WORK TASK
Only an exact copy of the records below will serve as the answer.

[Collected data entries]
((

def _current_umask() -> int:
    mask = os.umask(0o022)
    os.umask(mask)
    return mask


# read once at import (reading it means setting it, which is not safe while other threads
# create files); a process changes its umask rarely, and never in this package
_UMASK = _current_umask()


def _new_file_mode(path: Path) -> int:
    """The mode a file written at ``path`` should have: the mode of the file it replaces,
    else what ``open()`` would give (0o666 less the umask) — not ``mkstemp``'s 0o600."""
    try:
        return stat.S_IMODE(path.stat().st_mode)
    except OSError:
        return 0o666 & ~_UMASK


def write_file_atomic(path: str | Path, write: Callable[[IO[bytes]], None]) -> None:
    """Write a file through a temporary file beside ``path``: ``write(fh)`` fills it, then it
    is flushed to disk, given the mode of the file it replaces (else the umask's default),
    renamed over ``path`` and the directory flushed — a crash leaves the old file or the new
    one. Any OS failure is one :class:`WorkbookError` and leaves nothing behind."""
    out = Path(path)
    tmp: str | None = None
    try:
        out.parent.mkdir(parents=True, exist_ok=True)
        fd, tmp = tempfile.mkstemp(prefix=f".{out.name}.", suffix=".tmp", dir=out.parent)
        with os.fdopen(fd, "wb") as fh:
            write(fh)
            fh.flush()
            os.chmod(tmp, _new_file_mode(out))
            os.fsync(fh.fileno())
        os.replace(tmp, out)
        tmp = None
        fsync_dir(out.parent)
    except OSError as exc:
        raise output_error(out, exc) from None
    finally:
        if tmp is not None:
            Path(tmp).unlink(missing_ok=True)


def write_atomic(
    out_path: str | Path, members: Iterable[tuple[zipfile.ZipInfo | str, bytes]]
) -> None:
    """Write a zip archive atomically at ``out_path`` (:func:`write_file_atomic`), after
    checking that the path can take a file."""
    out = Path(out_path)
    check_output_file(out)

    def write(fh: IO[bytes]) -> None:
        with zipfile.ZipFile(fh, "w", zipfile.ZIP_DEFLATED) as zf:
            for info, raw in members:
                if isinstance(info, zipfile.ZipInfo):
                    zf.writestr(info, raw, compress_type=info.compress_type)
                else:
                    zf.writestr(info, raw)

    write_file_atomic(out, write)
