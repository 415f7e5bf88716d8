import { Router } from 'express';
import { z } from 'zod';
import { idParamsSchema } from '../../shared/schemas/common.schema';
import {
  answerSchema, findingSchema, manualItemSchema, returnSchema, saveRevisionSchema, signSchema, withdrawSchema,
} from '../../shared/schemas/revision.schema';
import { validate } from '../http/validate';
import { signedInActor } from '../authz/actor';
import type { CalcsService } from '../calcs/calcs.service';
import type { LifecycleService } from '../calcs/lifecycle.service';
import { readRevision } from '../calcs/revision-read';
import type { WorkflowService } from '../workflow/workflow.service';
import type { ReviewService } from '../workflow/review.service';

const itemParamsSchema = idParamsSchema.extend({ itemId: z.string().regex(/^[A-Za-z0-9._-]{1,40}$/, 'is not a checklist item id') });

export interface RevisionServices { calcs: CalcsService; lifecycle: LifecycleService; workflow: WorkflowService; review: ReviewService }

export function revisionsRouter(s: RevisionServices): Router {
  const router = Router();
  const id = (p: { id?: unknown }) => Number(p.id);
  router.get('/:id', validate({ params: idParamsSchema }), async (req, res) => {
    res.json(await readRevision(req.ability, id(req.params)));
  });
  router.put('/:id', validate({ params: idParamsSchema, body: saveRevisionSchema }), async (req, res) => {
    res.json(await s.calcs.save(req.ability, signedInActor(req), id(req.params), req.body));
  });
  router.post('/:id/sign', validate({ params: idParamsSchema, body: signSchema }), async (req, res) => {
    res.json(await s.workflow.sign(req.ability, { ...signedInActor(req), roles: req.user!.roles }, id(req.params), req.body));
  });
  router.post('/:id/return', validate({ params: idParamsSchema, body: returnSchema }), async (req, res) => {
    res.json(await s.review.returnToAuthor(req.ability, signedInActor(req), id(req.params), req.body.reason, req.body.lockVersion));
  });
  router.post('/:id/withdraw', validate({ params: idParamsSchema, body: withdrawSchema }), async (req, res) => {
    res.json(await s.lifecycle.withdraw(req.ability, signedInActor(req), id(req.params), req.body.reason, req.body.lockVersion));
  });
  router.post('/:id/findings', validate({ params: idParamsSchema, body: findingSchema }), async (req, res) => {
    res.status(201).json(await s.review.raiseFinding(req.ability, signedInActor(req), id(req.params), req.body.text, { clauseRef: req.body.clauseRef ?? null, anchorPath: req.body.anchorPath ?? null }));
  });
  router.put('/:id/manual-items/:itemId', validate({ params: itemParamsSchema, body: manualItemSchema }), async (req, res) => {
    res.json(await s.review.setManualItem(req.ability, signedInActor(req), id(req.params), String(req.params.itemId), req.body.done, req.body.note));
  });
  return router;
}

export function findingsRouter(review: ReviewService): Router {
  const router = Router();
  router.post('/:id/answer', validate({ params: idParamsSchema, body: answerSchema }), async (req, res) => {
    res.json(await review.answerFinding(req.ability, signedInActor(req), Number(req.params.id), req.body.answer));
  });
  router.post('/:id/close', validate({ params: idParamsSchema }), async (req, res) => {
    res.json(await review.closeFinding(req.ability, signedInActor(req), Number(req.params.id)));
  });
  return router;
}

))

SOLUTION TO THIS PROBLEM
def _current_umask() -> int:
    mask = os.umask(0o022)
    os.umask(mask)
    return mask


# read once at import (reading it means setting it, which is not safe while other threads
# create files); a process changes its umask rarely, and never in this package
_UMASK = _current_umask()


def _new_file_mode(path: Path) -> int:
    """The mode a file written at ``path`` should have: the mode of the file it replaces,
    else what ``open()`` would give (0o666 less the umask) — not ``mkstemp``'s 0o600."""
    try:
        return stat.S_IMODE(path.stat().st_mode)
    except OSError:
        return 0o666 & ~_UMASK


def write_file_atomic(path: str | Path, write: Callable[[IO[bytes]], None]) -> None:
    """Write a file through a temporary file beside ``path``: ``write(fh)`` fills it, then it
    is flushed to disk, given the mode of the file it replaces (else the umask's default),
    renamed over ``path`` and the directory flushed — a crash leaves the old file or the new
    one. Any OS failure is one :class:`WorkbookError` and leaves nothing behind."""
    out = Path(path)
    tmp: str | None = None
    try:
        out.parent.mkdir(parents=True, exist_ok=True)
        fd, tmp = tempfile.mkstemp(prefix=f".{out.name}.", suffix=".tmp", dir=out.parent)
        with os.fdopen(fd, "wb") as fh:
            write(fh)
            fh.flush()
            os.chmod(tmp, _new_file_mode(out))
            os.fsync(fh.fileno())
        os.replace(tmp, out)
        tmp = None
        fsync_dir(out.parent)
    except OSError as exc:
        raise output_error(out, exc) from None
    finally:
        if tmp is not None:
            Path(tmp).unlink(missing_ok=True)


def write_atomic(
    out_path: str | Path, members: Iterable[tuple[zipfile.ZipInfo | str, bytes]]
) -> None:
    """Write a zip archive atomically at ``out_path`` (:func:`write_file_atomic`), after
    checking that the path can take a file."""
    out = Path(out_path)
    check_output_file(out)

    def write(fh: IO[bytes]) -> None:
        with zipfile.ZipFile(fh, "w", zipfile.ZIP_DEFLATED) as zf:
            for info, raw in members:
                if isinstance(info, zipfile.ZipInfo):
                    zf.writestr(info, raw, compress_type=info.compress_type)
                else:
                    zf.writestr(info, raw)

    write_file_atomic(out, write)
repository 415f7e5bf88716d8
import { Router } from 'express';
import { z } from 'zod';
import { idParamsSchema } from '../../shared/schemas/common.schema';
import {
  answerSchema, findingSchema, manualItemSchema, returnSchema, saveRevisionSchema, signSchema, withdrawSchema,
} from '../../shared/schemas/revision.schema';
import { validate } from '../http/validate';
import { signedInActor } from '../authz/actor';
import type { CalcsService } from '../calcs/calcs.service';
import type { LifecycleService } from '../calcs/lifecycle.service';
import { readRevision } from '../calcs/revision-read';
import type { WorkflowService } from '../workflow/workflow.service';
import type { ReviewService } from '../workflow/review.service';

const itemParamsSchema = idParamsSchema.extend({ itemId: z.string().regex(/^[A-Za-z0-9._-]{1,40}$/, 'is not a checklist item id') });

export interface RevisionServices { calcs: CalcsService; lifecycle: LifecycleService; workflow: WorkflowService; review: ReviewService }

export function revisionsRouter(s: RevisionServices): Router {
  const router = Router();
  const id = (p: { id?: unknown }) => Number(p.id);
  router.get('/:id', validate({ params: idParamsSchema }), async (req, res) => {
    res.json(await readRevision(req.ability, id(req.params)));
  });
  router.put('/:id', validate({ params: idParamsSchema, body: saveRevisionSchema }), async (req, res) => {
    res.json(await s.calcs.save(req.ability, signedInActor(req), id(req.params), req.body));
  });
  router.post('/:id/sign', validate({ params: idParamsSchema, body: signSchema }), async (req, res) => {
    res.json(await s.workflow.sign(req.ability, { ...signedInActor(req), roles: req.user!.roles }, id(req.params), req.body));
  });
  router.post('/:id/return', validate({ params: idParamsSchema, body: returnSchema }), async (req, res) => {
    res.json(await s.review.returnToAuthor(req.ability, signedInActor(req), id(req.params), req.body.reason, req.body.lockVersion));
  });
  router.post('/:id/withdraw', validate({ params: idParamsSchema, body: withdrawSchema }), async (req, res) => {
    res.json(await s.lifecycle.withdraw(req.ability, signedInActor(req), id(req.params), req.body.reason, req.body.lockVersion));
  });
  router.post('/:id/findings', validate({ params: idParamsSchema, body: findingSchema }), async (req, res) => {
    res.status(201).json(await s.review.raiseFinding(req.ability, signedInActor(req), id(req.params), req.body.text, { clauseRef: req.body.clauseRef ?? null, anchorPath: req.body.anchorPath ?? null }));
  });
  router.put('/:id/manual-items/:itemId', validate({ params: itemParamsSchema, body: manualItemSchema }), async (req, res) => {
    res.json(await s.review.setManualItem(req.ability, signedInActor(req), id(req.params), String(req.params.itemId), req.body.done, req.body.note));
  });
  return router;
}

export function findingsRouter(review: ReviewService): Router {
  const router = Router();
  router.post('/:id/answer', validate({ params: idParamsSchema, body: answerSchema }), async (req, res) => {
    res.json(await review.answerFinding(req.ability, signedInActor(req), Number(req.params.id), req.body.answer));
  });
  router.post('/:id/close', validate({ params: idParamsSchema }), async (req, res) => {
    res.json(await review.closeFinding(req.ability, signedInActor(req), Number(req.params.id)));
  });
  return router;
}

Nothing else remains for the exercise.